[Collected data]
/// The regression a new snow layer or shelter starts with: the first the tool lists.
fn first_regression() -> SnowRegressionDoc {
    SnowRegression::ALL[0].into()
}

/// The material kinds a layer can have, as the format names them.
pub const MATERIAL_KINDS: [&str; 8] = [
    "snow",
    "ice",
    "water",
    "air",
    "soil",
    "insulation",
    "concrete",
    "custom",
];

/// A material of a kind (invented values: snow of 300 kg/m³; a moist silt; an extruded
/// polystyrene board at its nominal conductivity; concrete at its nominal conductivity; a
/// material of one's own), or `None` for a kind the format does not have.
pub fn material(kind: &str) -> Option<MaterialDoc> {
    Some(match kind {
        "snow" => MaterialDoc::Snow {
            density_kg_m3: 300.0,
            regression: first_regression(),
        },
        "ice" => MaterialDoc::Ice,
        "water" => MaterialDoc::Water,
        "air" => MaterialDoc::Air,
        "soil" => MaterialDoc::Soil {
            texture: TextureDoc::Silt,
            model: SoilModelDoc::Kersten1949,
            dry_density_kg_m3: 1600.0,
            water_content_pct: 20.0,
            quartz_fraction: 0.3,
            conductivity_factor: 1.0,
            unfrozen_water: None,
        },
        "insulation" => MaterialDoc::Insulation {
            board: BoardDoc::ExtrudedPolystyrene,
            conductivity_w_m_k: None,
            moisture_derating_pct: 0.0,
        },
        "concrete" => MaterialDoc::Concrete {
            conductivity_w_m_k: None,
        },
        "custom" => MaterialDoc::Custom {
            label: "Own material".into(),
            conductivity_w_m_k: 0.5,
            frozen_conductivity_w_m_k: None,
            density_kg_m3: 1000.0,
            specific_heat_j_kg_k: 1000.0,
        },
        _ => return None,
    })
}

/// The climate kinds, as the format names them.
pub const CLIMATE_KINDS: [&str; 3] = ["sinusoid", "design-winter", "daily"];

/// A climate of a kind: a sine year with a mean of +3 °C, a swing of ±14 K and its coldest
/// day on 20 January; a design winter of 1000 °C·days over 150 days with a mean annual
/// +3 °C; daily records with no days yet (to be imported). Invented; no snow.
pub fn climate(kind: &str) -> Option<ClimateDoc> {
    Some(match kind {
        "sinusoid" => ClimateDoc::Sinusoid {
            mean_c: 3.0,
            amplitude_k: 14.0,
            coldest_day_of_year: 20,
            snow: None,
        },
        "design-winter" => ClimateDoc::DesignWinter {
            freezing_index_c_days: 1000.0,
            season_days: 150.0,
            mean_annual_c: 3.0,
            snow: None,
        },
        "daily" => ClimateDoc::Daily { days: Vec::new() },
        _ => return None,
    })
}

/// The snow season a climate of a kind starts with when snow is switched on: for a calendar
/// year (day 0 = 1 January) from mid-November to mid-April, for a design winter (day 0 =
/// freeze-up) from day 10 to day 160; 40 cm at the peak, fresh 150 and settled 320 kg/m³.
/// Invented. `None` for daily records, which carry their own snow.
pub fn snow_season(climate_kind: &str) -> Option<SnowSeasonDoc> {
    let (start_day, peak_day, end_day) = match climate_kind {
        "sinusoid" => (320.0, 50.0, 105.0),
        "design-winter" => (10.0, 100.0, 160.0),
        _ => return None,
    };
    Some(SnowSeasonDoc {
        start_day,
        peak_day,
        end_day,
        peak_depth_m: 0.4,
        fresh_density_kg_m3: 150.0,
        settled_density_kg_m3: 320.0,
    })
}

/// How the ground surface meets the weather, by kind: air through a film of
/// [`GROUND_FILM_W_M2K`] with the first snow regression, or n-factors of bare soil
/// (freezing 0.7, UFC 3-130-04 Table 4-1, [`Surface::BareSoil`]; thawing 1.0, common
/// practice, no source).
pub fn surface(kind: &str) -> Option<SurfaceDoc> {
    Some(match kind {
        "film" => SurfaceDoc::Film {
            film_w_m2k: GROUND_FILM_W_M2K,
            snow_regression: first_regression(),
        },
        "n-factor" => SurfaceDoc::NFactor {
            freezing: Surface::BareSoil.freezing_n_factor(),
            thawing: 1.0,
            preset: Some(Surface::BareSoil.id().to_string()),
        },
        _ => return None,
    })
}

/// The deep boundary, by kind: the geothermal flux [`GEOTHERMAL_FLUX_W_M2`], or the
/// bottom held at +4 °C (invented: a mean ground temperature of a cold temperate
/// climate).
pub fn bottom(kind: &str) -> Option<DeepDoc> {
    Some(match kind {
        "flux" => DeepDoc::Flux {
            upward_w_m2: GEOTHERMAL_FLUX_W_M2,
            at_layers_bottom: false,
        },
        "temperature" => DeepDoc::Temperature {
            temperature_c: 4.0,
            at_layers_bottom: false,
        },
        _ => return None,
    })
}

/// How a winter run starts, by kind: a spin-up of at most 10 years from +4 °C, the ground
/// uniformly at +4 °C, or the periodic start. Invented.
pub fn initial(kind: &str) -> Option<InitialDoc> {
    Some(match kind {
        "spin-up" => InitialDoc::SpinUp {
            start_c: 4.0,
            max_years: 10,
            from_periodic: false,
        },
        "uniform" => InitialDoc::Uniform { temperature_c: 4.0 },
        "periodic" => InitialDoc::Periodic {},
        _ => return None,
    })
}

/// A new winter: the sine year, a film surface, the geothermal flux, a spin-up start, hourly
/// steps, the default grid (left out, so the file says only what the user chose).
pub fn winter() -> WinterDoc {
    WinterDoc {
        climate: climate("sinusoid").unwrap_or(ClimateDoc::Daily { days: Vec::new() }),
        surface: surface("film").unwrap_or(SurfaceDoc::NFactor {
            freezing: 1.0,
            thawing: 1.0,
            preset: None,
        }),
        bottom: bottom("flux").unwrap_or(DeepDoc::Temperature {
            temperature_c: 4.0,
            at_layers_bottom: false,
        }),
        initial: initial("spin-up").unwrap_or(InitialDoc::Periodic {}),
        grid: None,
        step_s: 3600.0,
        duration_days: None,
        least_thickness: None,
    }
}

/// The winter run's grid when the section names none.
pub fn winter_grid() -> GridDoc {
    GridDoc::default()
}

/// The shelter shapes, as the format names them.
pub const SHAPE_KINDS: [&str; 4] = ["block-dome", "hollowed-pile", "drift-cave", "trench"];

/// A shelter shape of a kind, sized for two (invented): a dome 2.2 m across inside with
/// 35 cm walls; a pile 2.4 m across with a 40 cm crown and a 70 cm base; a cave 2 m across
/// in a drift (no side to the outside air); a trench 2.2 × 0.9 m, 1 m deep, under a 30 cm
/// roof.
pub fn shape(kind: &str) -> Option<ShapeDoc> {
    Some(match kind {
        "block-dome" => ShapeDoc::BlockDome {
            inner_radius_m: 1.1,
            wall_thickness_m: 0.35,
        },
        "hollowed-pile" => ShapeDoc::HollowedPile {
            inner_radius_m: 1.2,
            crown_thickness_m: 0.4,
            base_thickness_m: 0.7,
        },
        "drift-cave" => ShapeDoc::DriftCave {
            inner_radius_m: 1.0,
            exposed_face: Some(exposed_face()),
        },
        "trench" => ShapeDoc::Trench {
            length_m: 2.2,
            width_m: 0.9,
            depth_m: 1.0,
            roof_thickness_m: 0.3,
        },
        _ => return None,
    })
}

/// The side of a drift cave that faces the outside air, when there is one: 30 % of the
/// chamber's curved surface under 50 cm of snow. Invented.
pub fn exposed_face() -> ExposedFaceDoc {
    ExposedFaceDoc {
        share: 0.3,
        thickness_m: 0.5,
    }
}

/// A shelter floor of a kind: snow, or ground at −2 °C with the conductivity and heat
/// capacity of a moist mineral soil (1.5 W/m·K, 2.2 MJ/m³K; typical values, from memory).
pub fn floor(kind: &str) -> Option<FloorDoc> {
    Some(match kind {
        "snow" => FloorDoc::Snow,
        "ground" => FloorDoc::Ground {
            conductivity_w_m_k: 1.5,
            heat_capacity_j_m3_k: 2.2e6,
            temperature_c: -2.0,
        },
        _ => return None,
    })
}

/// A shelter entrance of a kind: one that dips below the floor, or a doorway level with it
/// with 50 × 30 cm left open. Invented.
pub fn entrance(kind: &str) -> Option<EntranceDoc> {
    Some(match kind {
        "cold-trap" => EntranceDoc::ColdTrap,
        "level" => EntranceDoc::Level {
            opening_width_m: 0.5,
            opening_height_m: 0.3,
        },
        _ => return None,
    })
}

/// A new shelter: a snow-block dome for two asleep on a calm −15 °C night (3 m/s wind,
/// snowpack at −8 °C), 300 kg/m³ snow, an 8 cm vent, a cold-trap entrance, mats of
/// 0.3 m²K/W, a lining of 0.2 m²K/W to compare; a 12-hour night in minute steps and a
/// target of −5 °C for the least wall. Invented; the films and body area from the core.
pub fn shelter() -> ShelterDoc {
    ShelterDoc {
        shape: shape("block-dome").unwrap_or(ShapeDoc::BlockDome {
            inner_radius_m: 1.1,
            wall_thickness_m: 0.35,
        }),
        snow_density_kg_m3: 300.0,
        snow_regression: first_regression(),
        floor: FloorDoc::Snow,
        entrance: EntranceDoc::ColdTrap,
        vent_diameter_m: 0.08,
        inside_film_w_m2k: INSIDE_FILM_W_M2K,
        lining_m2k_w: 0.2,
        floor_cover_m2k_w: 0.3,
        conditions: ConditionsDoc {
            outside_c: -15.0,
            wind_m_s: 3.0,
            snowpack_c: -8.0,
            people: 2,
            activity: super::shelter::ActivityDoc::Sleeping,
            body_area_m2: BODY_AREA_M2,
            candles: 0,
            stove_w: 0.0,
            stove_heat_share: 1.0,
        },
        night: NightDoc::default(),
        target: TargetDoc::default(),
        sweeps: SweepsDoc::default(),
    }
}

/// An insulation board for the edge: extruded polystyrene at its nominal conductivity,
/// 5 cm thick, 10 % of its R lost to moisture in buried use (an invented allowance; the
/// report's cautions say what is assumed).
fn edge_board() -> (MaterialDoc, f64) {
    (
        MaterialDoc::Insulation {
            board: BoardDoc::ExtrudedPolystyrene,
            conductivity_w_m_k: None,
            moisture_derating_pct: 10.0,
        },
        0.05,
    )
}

## INSTRUCTIONS FOR THE TASK
Lines in the data containing the string "spin" are to be counted; give that number alone.

## RESULT OF THE EXERCISE
4